Stored data:

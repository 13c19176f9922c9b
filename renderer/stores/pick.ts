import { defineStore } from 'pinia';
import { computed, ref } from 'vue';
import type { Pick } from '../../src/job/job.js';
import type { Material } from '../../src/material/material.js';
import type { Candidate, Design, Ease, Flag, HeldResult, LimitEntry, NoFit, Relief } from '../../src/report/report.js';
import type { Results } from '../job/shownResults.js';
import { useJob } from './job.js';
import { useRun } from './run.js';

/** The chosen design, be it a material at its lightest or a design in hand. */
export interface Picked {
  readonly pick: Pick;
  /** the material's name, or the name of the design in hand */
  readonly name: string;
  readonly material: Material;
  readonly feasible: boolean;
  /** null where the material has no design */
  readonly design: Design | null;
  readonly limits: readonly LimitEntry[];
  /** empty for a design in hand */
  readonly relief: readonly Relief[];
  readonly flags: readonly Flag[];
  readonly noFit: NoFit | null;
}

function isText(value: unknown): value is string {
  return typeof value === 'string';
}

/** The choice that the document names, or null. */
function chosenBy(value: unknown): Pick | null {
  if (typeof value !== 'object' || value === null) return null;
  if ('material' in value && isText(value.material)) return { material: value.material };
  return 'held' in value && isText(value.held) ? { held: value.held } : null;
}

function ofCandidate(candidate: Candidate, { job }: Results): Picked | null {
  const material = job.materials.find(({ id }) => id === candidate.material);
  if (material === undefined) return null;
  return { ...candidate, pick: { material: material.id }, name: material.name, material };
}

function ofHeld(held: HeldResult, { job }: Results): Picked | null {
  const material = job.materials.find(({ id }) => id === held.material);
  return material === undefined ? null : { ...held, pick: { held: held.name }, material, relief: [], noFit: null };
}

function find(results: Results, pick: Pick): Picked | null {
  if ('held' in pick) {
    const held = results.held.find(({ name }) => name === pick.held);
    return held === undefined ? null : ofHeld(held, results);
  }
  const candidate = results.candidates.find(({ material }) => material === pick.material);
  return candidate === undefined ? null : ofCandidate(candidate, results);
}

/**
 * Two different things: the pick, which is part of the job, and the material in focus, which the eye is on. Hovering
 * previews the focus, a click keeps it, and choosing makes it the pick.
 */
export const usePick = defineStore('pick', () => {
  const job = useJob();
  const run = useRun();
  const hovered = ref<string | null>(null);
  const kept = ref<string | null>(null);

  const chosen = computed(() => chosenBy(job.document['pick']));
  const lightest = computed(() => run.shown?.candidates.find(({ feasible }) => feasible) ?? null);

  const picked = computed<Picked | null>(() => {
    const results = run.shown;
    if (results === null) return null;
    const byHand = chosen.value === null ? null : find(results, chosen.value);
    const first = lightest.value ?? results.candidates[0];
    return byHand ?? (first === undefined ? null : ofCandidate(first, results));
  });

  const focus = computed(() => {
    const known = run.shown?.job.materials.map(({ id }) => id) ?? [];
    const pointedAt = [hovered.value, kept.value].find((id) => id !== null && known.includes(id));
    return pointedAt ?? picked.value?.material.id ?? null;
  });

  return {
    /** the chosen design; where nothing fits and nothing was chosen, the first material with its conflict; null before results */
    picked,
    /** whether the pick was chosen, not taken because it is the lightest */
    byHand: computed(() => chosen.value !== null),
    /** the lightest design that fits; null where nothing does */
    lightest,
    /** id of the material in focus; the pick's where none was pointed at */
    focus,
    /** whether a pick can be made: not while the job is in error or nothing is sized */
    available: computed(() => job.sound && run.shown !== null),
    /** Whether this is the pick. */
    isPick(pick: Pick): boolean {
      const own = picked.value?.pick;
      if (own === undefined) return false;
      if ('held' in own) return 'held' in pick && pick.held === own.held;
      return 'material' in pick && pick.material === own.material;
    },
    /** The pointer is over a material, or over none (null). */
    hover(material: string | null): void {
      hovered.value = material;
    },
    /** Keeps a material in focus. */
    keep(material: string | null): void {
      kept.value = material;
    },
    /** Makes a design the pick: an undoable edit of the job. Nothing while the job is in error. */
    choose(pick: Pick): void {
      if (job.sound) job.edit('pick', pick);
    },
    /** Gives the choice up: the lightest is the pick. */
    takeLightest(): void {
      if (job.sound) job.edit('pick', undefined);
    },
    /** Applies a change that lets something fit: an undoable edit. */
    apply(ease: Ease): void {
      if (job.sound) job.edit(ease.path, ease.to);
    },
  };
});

**Try it**
Copy the entries word for word. Start at the first line and end with the line containing "readonly name: string;".

**Response**
repository 13c19176f9922c9b
filename renderer/stores/pick.ts
import { defineStore } from 'pinia';
import { computed, ref } from 'vue';
import type { Pick } from '../../src/job/job.js';
import type { Material } from '../../src/material/material.js';
import type { Candidate, Design, Ease, Flag, HeldResult, LimitEntry, NoFit, Relief } from '../../src/report/report.js';
import type { Results } from '../job/shownResults.js';
import { useJob } from './job.js';
import { useRun } from './run.js';

/** The chosen design, be it a material at its lightest or a design in hand. */
export interface Picked {
  readonly pick: Pick;
  /** the material's name, or the name of the design in hand */
  readonly name: string;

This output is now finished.